Which additional parameters are supported depends on the actual resource created. Some common parameters are:

mode (supported by all resources)
A string indicating how the file is to be opened (just like the mode argument for the builtin open(); e.g. "rb" or "wb").
context (supported by all resources)
open() needs a Connection for this URL which it gets from a Context object.
headers
Additional headers to use for an HTTP request.
data
Request body to use for an HTTP POST request.
python
Name of the Python interpreter to use on the remote side (used by ssh URLs)
nice
Nice level for the remove python (used by ssh URLs)
real

Return the canonical version of self, eliminating all symbolic links (works only for local URLs).

If the argument scheme is specified, it will be used for the resulting URL otherwise the result will have the same scheme as self.

relative

Return an relative URL rel such that baseurl/rel == self, i.e. this is the inverse operation of __div__().

If self is relative, has a different scheme or authority than baseurl or a non-hierarchical scheme, an identical copy of self will be returned.

If allowschemerel is true, scheme relative URLs are allowed, i.e. if both self and baseurl use the same hierarchical scheme, both a different authority (i.e. server), a scheme relative url (//server/path/file.html) will be returned.

withext

Return a new URL where the filename extension has been replaced with ext.

withfile

Return a new URL where the filename (i.e. the name of last component of path_segments) has been replaced with file.

withfrag

Return a new URL where the fragment has been replaced with frag.

withoutext

Return a new URL where the filename extension has been removed.

withoutfrag

Return a new URL where the frag has been dropped.

class ll.url.URLConnection

Bases: ll.url.Connection

class ll.url.URLResource

Bases: ll.url.Resource

A subclass of Resource that handles HTTP, FTP and other URLs (i.e. those that are not handled by FileResource or RemoteFileResource.

ll.url.first

Return the first URL from urls that exists as a real file or directory.

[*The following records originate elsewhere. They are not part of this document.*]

fn default_scint_hz() -> f64 {
    1.0
}
fn default_scint_order() -> usize {
    super::scintillation::DEFAULT_ORDER
}

/// Distributed ground clutter over a range interval: one Rayleigh cell (complex Gaussian
/// amplitude) per radar range cell, RCS sigma0 x R x azimuth beamwidth x range cell (low
/// grazing), each scintillating slowly on its own.
#[derive(Debug, Clone, Deserialize, PartialEq)]
#[serde(deny_unknown_fields)]
pub struct GroundSpec {
    pub id: String,
    /// The patch covers the range cells whose centres lie in [range_min_m, range_max_m].
    pub range_min_m: f64,
    pub range_max_m: f64,
    /// Backscatter coefficient sigma0, dB (m^2 per m^2).
    pub sigma0_db: f64,
    /// Azimuth (-3 dB) beamwidth, degrees (default 10).
    #[serde(default = "default_beamwidth")]
    pub azimuth_beamwidth_deg: f64,
    /// Amplitude scintillation of each cell, rms fraction (default 0.01).
    #[serde(default = "default_ground_amp")]
    pub amplitude_scintillation: f64,
    /// Phase scintillation of each cell, rad rms (default 0.005).
    #[serde(default = "default_ground_phase")]
    pub phase_scintillation_rad: f64,
    /// -3 dB bandwidth of the scintillation, Hz (default 1).
    #[serde(default = "default_scint_hz")]
    pub scintillation_hz: f64,
    /// Order of the scintillation's low-pass (sections; its skirt falls 20 dB a decade per
    /// section), 1..=6 (default 3).
    #[serde(default = "default_scint_order")]
    pub scintillation_order: usize,
    /// Default false.
    #[serde(default)]
    pub annotate: Option<bool>,
    #[serde(default)]
    pub label: Option<String>,
}

fn default_beamwidth() -> f64 {
    10.0
}
fn default_ground_amp() -> f64 {
    0.01
}
fn default_ground_phase() -> f64 {
    0.005
}

/// A point scatterer of constant RCS on any motion (test target).
#[derive(Debug, Clone, Deserialize, PartialEq)]
#[serde(deny_unknown_fields)]
pub struct PointSpec {
    pub id: String,
    pub motion: MotionSpec,
    #[serde(default)]
    pub start_s: f64,
    #[serde(default)]
    pub stop_s: Option<f64>,
    pub rcs_dbsm: f64,
    /// Default false.
    #[serde(default)]
    pub annotate: Option<bool>,
    /// Default "point".
    #[serde(default)]
    pub label: Option<String>,
}

/// A slowly swaying point (mast, sign): R(t) = R0 + a sin(2 pi t / period).
#[derive(Debug, Clone, Deserialize, PartialEq)]
#[serde(deny_unknown_fields)]
pub struct SwayingSpec {
    pub id: String,
    pub position: [f64; 3],
    pub rcs_dbsm: f64,
    /// Radial sway amplitude a, m.
    pub sway_m: f64,
    /// Sway period, s.
    pub period_s: f64,
    /// Default true (label "clutter").
    #[serde(default)]
    pub annotate: Option<bool>,
    #[serde(default)]
    pub label: Option<String>,
}

/// Windblown vegetation over a range interval (Billingsley 2002, ch. 3).
#[derive(Debug, Clone, Deserialize, PartialEq)]
#[serde(deny_unknown_fields)]
pub struct VegetationSpec {
    pub id: String,
    /// The patch covers the range cells whose centres lie in [range_min_m, range_max_m].
    pub range_min_m: f64,
    pub range_max_m: f64,
    /// Total clutter RCS of one range cell, dBsm.
    pub rcs_dbsm_per_cell: f64,
    /// Wind speed, mph (Billingsley's unit), sets the DC/AC ratio r.
    pub wind_mph: f64,
    /// "light-air", "breezy", "windy", "gale" (default from wind_mph: <7.5, <15, <30, else).
    #[serde(default)]
    pub wind_class: Option<String>,
    /// Exponential shape beta, per m/s (default from the wind class: 12, 8, 5.7, 4.3).
    #[serde(default)]
    pub beta_per_mps: Option<f64>,
    /// Overrides r = 489.8 w^-1.55 f^-1.21.
    #[serde(default)]
    pub dc_ac_ratio: Option<f64>,
    /// Default true (label "clutter").
    #[serde(default)]
    pub annotate: Option<bool>,
    #[serde(default)]
    pub label: Option<String>,
}

/// One object of a run.
#[derive(Debug, Clone, Deserialize, PartialEq)]
#[serde(tag = "kind", rename_all = "lowercase")]
pub enum ObjectSpec {
    Rotorcraft(RotorcraftSpec),
    Bird(BirdSpec),
    Stationary(StationarySpec),
    Vegetation(VegetationSpec),
    Swaying(SwayingSpec),
    Point(PointSpec),
    Ground(GroundSpec),
}

impl ObjectSpec {
    /// The object's id.
    pub fn id(&self) -> &str {
        match self {
            ObjectSpec::Rotorcraft(o) => &o.id,
            ObjectSpec::Bird(o) => &o.id,
            ObjectSpec::Stationary(o) => &o.id,
            ObjectSpec::Vegetation(o) => &o.id,
            ObjectSpec::Swaying(o) => &o.id,
            ObjectSpec::Point(o) => &o.id,
            ObjectSpec::Ground(o) => &o.id,
        }
    }
    /// The kind's name.
    pub fn kind(&self) -> &'static str {
        match self {
            ObjectSpec::Rotorcraft(_) => "rotorcraft",
            ObjectSpec::Bird(_) => "bird",
            ObjectSpec::Stationary(_) => "stationary",
            ObjectSpec::Vegetation(_) => "vegetation",
            ObjectSpec::Swaying(_) => "swaying",
            ObjectSpec::Point(_) => "point",
            ObjectSpec::Ground(_) => "ground",
        }
    }
    /// Whether the object gets an annotation, and its label.
    pub fn annotation_label(&self) -> Option<String> {
        let (ann, label, default_ann, default_label) = match self {
            ObjectSpec::Rotorcraft(o) => (o.annotate, &o.label, true, "rotorcraft"),
            ObjectSpec::Bird(o) => (o.annotate, &o.label, true, "bird"),
            ObjectSpec::Stationary(o) => (o.annotate, &o.label, false, "clutter"),
            ObjectSpec::Vegetation(o) => (o.annotate, &o.label, true, "clutter"),
            ObjectSpec::Swaying(o) => (o.annotate, &o.label, true, "clutter"),
            ObjectSpec::Point(o) => (o.annotate, &o.label, false, "point"),
            ObjectSpec::Ground(o) => (o.annotate, &o.label, false, "clutter"),
        };
        if ann.unwrap_or(default_ann) {
            Some(label.clone().unwrap_or_else(|| default_label.to_string()))
        } else {
            None
        }
    }
}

None entries in urls will be skipped.

ll.url.firstdir

Return the first URL from urls that exists as a real directory. None entries in urls will be skipped.

ll.url.firstfile

Return the first URL from urls that exists as a real file. None entries in urls will be skipped.

ll.url.here

Return the current directory as an URL object.

ll.url.home

Return the home directory of the current user (or the user named user, if user is specified) as an URL object:

>>> url.home()
URL('file:/home/walter/')
>>> url.home("andreas")
URL('file:/home/andreas/')
ll.url.httpdate

Return a string suitable for a “Last-Modified” and “Expires” header.

dt is a datetime.datetime object in UTC.

ll.url.root

Return a blank root URL, i.e. URL("root:").

Special features of ll.url

The class ll.url.URL supports many common schemes and one additional special scheme named root that deserves an explanation.

A root URL is supposed to be an URL that is relative to a “project” directory instead to a base URL of the document that contains the URL.

Suppose we have a document with the following base URL:

>>> from ll import url
>>> base = url.URL("root:company/it/about/index.html")

Now, if we have the following relative URL in this document:

>>> url1 = url.URL("images/logos/spam.png")

the combined URL will be:

>>> base/url1
URL('root:company/it/about/images/logos/spam.png')

Now it we use this combined URL and interpret it relative to the base URL we get back our original relative URL:

>>> (base/url1).relative(base)
URL('images/logos/spam.png')

Let’s try a root URL now:

>>> url2 = url.URL("root:images/logos/spam.png")

Combining this URL with the base URL gives us the same as url2:

>>> base/url2
URL('root:images/logos/spam.png')

But if we interpret this result relative to base, we’ll get:

>>> (base/url2).relative(base)
URL('../../../images/logos/spam.png')

I.e. this gives us a relative URL that references url2 from base when both URLs are relative to the same root directory.